__ACTION ITEM__
Output the data verbatim, with nothing added or dropped.

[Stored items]
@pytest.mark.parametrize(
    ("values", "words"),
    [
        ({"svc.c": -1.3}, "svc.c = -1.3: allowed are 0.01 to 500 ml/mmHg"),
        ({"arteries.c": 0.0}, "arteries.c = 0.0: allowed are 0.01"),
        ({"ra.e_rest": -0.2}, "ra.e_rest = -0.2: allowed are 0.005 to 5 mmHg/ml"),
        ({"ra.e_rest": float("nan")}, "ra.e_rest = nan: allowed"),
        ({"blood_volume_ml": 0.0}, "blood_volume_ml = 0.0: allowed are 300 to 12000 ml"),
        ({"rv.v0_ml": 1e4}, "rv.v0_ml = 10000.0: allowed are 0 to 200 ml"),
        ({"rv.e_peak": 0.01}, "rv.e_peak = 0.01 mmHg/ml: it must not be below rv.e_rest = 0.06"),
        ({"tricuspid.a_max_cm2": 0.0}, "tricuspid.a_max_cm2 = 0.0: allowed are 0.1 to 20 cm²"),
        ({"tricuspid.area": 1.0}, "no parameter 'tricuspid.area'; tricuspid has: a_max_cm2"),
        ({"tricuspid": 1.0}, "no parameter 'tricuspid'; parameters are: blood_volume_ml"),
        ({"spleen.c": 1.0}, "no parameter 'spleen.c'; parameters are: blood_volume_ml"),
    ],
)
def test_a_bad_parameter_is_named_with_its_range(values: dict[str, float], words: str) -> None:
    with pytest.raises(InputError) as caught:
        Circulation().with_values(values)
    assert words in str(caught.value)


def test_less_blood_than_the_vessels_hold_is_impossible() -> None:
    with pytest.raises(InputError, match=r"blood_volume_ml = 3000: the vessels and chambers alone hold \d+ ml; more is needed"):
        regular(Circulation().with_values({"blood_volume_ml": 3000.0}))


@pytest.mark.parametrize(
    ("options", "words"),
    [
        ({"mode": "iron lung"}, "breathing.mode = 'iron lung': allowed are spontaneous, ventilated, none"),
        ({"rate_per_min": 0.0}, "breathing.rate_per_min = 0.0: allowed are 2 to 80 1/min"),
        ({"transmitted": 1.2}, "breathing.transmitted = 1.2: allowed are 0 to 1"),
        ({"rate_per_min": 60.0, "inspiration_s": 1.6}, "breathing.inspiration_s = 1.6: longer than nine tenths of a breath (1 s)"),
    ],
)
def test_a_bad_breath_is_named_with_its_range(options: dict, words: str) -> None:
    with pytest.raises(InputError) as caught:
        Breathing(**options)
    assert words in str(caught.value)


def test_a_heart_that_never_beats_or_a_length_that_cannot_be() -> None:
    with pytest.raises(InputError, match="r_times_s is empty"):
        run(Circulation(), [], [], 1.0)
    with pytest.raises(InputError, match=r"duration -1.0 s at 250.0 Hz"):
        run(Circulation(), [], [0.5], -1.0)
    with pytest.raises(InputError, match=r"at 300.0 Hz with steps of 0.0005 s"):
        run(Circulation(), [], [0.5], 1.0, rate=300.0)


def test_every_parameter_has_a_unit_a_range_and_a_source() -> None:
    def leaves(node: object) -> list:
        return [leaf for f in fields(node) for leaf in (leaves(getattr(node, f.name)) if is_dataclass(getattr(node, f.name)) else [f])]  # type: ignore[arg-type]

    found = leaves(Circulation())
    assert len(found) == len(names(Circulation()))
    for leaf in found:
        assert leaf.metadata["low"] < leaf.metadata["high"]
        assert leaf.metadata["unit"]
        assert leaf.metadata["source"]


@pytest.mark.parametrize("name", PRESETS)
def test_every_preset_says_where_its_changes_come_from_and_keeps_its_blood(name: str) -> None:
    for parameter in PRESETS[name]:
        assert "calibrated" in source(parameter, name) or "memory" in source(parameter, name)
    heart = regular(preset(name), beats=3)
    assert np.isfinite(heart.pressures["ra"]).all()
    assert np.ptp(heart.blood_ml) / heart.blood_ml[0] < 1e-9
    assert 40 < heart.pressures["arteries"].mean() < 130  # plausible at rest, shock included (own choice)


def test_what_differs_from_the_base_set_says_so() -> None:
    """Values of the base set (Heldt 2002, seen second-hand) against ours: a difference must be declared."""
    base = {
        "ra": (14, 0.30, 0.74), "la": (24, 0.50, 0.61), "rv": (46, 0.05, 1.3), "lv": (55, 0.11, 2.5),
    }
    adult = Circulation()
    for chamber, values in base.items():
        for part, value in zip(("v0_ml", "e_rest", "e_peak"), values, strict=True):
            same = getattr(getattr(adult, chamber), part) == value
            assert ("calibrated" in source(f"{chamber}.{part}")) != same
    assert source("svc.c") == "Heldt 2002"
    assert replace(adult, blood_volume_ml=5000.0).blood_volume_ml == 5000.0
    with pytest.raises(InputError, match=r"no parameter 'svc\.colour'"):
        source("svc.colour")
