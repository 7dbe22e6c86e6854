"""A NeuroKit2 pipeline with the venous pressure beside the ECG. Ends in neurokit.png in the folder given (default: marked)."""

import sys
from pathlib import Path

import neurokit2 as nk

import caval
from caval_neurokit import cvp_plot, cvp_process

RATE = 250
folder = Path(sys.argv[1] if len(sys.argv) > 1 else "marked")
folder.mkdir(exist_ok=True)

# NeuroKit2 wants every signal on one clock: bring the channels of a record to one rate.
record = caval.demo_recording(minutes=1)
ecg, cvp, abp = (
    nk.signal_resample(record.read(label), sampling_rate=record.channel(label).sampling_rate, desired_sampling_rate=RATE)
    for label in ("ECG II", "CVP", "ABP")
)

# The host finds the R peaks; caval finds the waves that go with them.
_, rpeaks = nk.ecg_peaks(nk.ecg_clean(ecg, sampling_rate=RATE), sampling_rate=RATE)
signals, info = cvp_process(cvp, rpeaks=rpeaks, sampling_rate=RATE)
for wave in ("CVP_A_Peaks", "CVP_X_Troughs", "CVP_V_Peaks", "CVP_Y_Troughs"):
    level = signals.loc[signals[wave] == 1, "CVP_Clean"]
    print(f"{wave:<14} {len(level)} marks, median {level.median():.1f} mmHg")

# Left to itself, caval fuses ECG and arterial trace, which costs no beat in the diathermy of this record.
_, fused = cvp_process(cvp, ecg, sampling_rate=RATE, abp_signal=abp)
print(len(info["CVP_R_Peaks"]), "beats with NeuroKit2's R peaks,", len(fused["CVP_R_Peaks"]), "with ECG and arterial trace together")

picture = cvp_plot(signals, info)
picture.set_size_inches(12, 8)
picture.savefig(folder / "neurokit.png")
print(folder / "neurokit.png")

__SOLVED EXERCISE__
@pytest.mark.parametrize(
    ("values", "words"),
    [
        ({"svc.c": -1.3}, "svc.c = -1.3: allowed are 0.01 to 500 ml/mmHg"),
        ({"arteries.c": 0.0}, "arteries.c = 0.0: allowed are 0.01"),
        ({"ra.e_rest": -0.2}, "ra.e_rest = -0.2: allowed are 0.005 to 5 mmHg/ml"),
        ({"ra.e_rest": float("nan")}, "ra.e_rest = nan: allowed"),
        ({"blood_volume_ml": 0.0}, "blood_volume_ml = 0.0: allowed are 300 to 12000 ml"),
        ({"rv.v0_ml": 1e4}, "rv.v0_ml = 10000.0: allowed are 0 to 200 ml"),
        ({"rv.e_peak": 0.01}, "rv.e_peak = 0.01 mmHg/ml: it must not be below rv.e_rest = 0.06"),
        ({"tricuspid.a_max_cm2": 0.0}, "tricuspid.a_max_cm2 = 0.0: allowed are 0.1 to 20 cm²"),
        ({"tricuspid.area": 1.0}, "no parameter 'tricuspid.area'; tricuspid has: a_max_cm2"),
        ({"tricuspid": 1.0}, "no parameter 'tricuspid'; parameters are: blood_volume_ml"),
        ({"spleen.c": 1.0}, "no parameter 'spleen.c'; parameters are: blood_volume_ml"),
    ],
)
def test_a_bad_parameter_is_named_with_its_range(values: dict[str, float], words: str) -> None:
    with pytest.raises(InputError) as caught:
        Circulation().with_values(values)
    assert words in str(caught.value)


def test_less_blood_than_the_vessels_hold_is_impossible() -> None:
    with pytest.raises(InputError, match=r"blood_volume_ml = 3000: the vessels and chambers alone hold \d+ ml; more is needed"):
        regular(Circulation().with_values({"blood_volume_ml": 3000.0}))


@pytest.mark.parametrize(
    ("options", "words"),
    [
        ({"mode": "iron lung"}, "breathing.mode = 'iron lung': allowed are spontaneous, ventilated, none"),
        ({"rate_per_min": 0.0}, "breathing.rate_per_min = 0.0: allowed are 2 to 80 1/min"),
        ({"transmitted": 1.2}, "breathing.transmitted = 1.2: allowed are 0 to 1"),
        ({"rate_per_min": 60.0, "inspiration_s": 1.6}, "breathing.inspiration_s = 1.6: longer than nine tenths of a breath (1 s)"),
    ],
)
def test_a_bad_breath_is_named_with_its_range(options: dict, words: str) -> None:
    with pytest.raises(InputError) as caught:
        Breathing(**options)
    assert words in str(caught.value)


def test_a_heart_that_never_beats_or_a_length_that_cannot_be() -> None:
    with pytest.raises(InputError, match="r_times_s is empty"):
        run(Circulation(), [], [], 1.0)
    with pytest.raises(InputError, match=r"duration -1.0 s at 250.0 Hz"):
        run(Circulation(), [], [0.5], -1.0)
    with pytest.raises(InputError, match=r"at 300.0 Hz with steps of 0.0005 s"):
        run(Circulation(), [], [0.5], 1.0, rate=300.0)


def test_every_parameter_has_a_unit_a_range_and_a_source() -> None:
    def leaves(node: object) -> list:
        return [leaf for f in fields(node) for leaf in (leaves(getattr(node, f.name)) if is_dataclass(getattr(node, f.name)) else [f])]  # type: ignore[arg-type]

    found = leaves(Circulation())
    assert len(found) == len(names(Circulation()))
    for leaf in found:
        assert leaf.metadata["low"] < leaf.metadata["high"]
        assert leaf.metadata["unit"]
        assert leaf.metadata["source"]


@pytest.mark.parametrize("name", PRESETS)
def test_every_preset_says_where_its_changes_come_from_and_keeps_its_blood(name: str) -> None:
    for parameter in PRESETS[name]:
        assert "calibrated" in source(parameter, name) or "memory" in source(parameter, name)
    heart = regular(preset(name), beats=3)
    assert np.isfinite(heart.pressures["ra"]).all()
    assert np.ptp(heart.blood_ml) / heart.blood_ml[0] < 1e-9
    assert 40 < heart.pressures["arteries"].mean() < 130  # plausible at rest, shock included (own choice)


def test_what_differs_from_the_base_set_says_so() -> None:
    """Values of the base set (Heldt 2002, seen second-hand) against ours: a difference must be declared."""
    base = {
        "ra": (14, 0.30, 0.74), "la": (24, 0.50, 0.61), "rv": (46, 0.05, 1.3), "lv": (55, 0.11, 2.5),
    }
    adult = Circulation()
    for chamber, values in base.items():
        for part, value in zip(("v0_ml", "e_rest", "e_peak"), values, strict=True):
            same = getattr(getattr(adult, chamber), part) == value
            assert ("calibrated" in source(f"{chamber}.{part}")) != same
    assert source("svc.c") == "Heldt 2002"
    assert replace(adult, blood_volume_ml=5000.0).blood_volume_ml == 5000.0
    with pytest.raises(InputError, match=r"no parameter 'svc\.colour'"):
        source("svc.colour")
repository 7dbe22e6c86e6854
"""A NeuroKit2 pipeline with the venous pressure beside the ECG. Ends in neurokit.png in the folder given (default: marked)."""

import sys
from pathlib import Path

import neurokit2 as nk

import caval
from caval_neurokit import cvp_plot, cvp_process

RATE = 250
folder = Path(sys.argv[1] if len(sys.argv) > 1 else "marked")
folder.mkdir(exist_ok=True)

# NeuroKit2 wants every signal on one clock: bring the channels of a record to one rate.
record = caval.demo_recording(minutes=1)
ecg, cvp, abp = (
    nk.signal_resample(record.read(label), sampling_rate=record.channel(label).sampling_rate, desired_sampling_rate=RATE)
    for label in ("ECG II", "CVP", "ABP")
)

# The host finds the R peaks; caval finds the waves that go with them.
_, rpeaks = nk.ecg_peaks(nk.ecg_clean(ecg, sampling_rate=RATE), sampling_rate=RATE)
signals, info = cvp_process(cvp, rpeaks=rpeaks, sampling_rate=RATE)
for wave in ("CVP_A_Peaks", "CVP_X_Troughs", "CVP_V_Peaks", "CVP_Y_Troughs"):
    level = signals.loc[signals[wave] == 1, "CVP_Clean"]
    print(f"{wave:<14} {len(level)} marks, median {level.median():.1f} mmHg")

# Left to itself, caval fuses ECG and arterial trace, which costs no beat in the diathermy of this record.
_, fused = cvp_process(cvp, ecg, sampling_rate=RATE, abp_signal=abp)
print(len(info["CVP_R_Peaks"]), "beats with NeuroKit2's R peaks,", len(fused["CVP_R_Peaks"]), "with ECG and arterial trace together")

picture = cvp_plot(signals, info)
picture.set_size_inches(12, 8)
picture.savefig(folder / "neurokit.png")
print(folder / "neurokit.png")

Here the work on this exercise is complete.